Aim of the task ▸
Review the material line by line. Identify and copy every line that contains the string "code".

Material provided ▸
import type { Route } from 'next';
import Link from 'next/link';
import { Fragment } from 'react';
import { commonWords, kindWords } from '@/app/_ui/claim/convention-words';
import { settingLabel } from '@/app/_ui/claim/setting-names';
import { Disclosure } from '@/app/_ui/primitives/disclosure';
import { Table } from '@/app/_ui/primitives/table';
import { quantityWord } from '@/app/views/quantity-word';
import type { Convention, ConventionGroup } from '@/lib/explain/conventions/convention';
import { conventions, groupTitles } from '@/lib/explain/conventions/conventions';
import { notTried } from '@/lib/explain/conventions/not-tried';

/** Where the house says what it means, section by section. */
const houseSections: Readonly<Record<ConventionGroup, readonly (readonly [anchor: string, words: string])[]>> = {
  noise: [['noise', 'noise'], ['fourier-transform', 'Fourier transform']],
  band: [['taper', 'taper'], ['noise', 'band and curve']],
  maximisation: [['maximisation', 'maximisation']],
  angle: [['modes', 'modes and angles'], ['polarisation', 'polarisation']],
  mass: [['mass', 'mass'], ['frame-and-redshift', 'frame and redshift'], ['expansion', 'expansion']],
  variable: [['polarisation', 'polarisation and variable'], ['time', 'time']],
  modes: [['modes', 'modes'], ['modes-with-negative-m', 'modes with negative m']],
  integration: [['tolerance-and-uncertainty', 'what is chosen and what is known']],
  units: [['units-and-constants', 'units and constants'], ['electromagnetic-fields', 'electromagnetic fields']],
};

export function GroupTable({ group }: { readonly group: ConventionGroup }) {
  const title = groupTitles[group];
  return (
    <section aria-labelledby={group} className="mt-10">
      <h2 id={group} className="scroll-mt-6">{title}</h2>
      <p className="mt-1 text-ui text-ink-2">
        What the house means: {houseSections[group].map(([anchor, words], i) => <Fragment key={anchor}>{i > 0 && ', '}<Link href={`/methods/house-conventions#${anchor}`} className="inline-flex min-h-8 items-center">{words}</Link></Fragment>)}
      </p>
      <Table caption={`Conventions: ${title.toLowerCase()}`} className="mt-2 min-w-[68rem] table-fixed">
        <thead>
          <tr><th scope="col" className="w-[20%]">Convention</th><th scope="col" className="w-[18%]">Can mean</th><th scope="col" className="w-[25%]">What it does to a number</th><th scope="col" className="w-[12%]">Met, and kind</th><th scope="col" className="w-[12%]">Affects</th><th scope="col">Shown by</th></tr>
        </thead>
        <tbody>{conventions.filter((convention) => convention.group === group).map((convention) => <Row key={convention.id} convention={convention} />)}</tbody>
      </Table>
    </section>
  );
}

/** The row of the address stands out, so that the eye finds what it came for. */
function Row({ convention }: { readonly convention: Convention }) {
  const { id, title, sentence, options, effect, commonness, kinds, affects, detect } = convention;
  return (
    <tr id={id} className="scroll-mt-6 target:bg-hover">
      <th scope="row"><span className="font-code text-code text-ink-2">{id}</span> {title}<span className="mt-1 block font-normal">{sentence}</span></th>
      <td><ul className="grid gap-1">{options.map((option) => <li key={option.id}>{option.label}</li>)}</ul></td>
      <td>{effect}</td>
      <td>{commonWords[commonness]}<span className="block text-ink-2">{kinds.map((kind) => kindWords[kind]).join(' or ')}</span></td>
      <td><Affected id={id} affects={affects} /></td>
      <td>{detect ?? 'No file shows it; only the text can.'}<SaidBy convention={convention} />{notTried[id] !== undefined && <span className="mt-1 block text-ink-2">Not tried by the search, because {notTried[id]}.</span>}</td>
    </tr>
  );
}

const few = 3;

/** A noise curve stands behind half of all quantities: long lists open on demand. */
function Affected({ id, affects }: Pick<Convention, 'id' | 'affects'>) {
  const list = <ul>{affects.map((quantity) => <li key={quantity}><Link href={`/methods/${quantity}` as Route} className="inline-flex min-h-8 items-center">{quantityWord(quantity)}</Link></li>)}</ul>;
  return affects.length <= few ? list : <Disclosure summary={<span className="relative">{affects.length} quantities<span className="sr-only"> that {id} affects</span></span>}>{list}</Disclosure>;
}

const SaidBy = ({ convention: { settings } }: { readonly convention: Convention }) =>
  settings.length === 0 ? (
    <span className="mt-1 block text-ink-2">No setting of a sheet says it.</span>
  ) : (
    <span className="mt-1 block text-ink-2">Said by {settings.map((name, i) => <Fragment key={name}>{i > 0 && ', '}{settingLabel(name).toLowerCase()} <code className="font-code text-code">{name}</code></Fragment>)}</span>
  );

Finished exercise ▸
      <th scope="row"><span className="font-code text-code text-ink-2">{id}</span> {title}<span className="mt-1 block font-normal">{sentence}</span></th>
    <span className="mt-1 block text-ink-2">Said by {settings.map((name, i) => <Fragment key={name}>{i > 0 && ', '}{settingLabel(name).toLowerCase()} <code className="font-code text-code">{name}</code></Fragment>)}</span>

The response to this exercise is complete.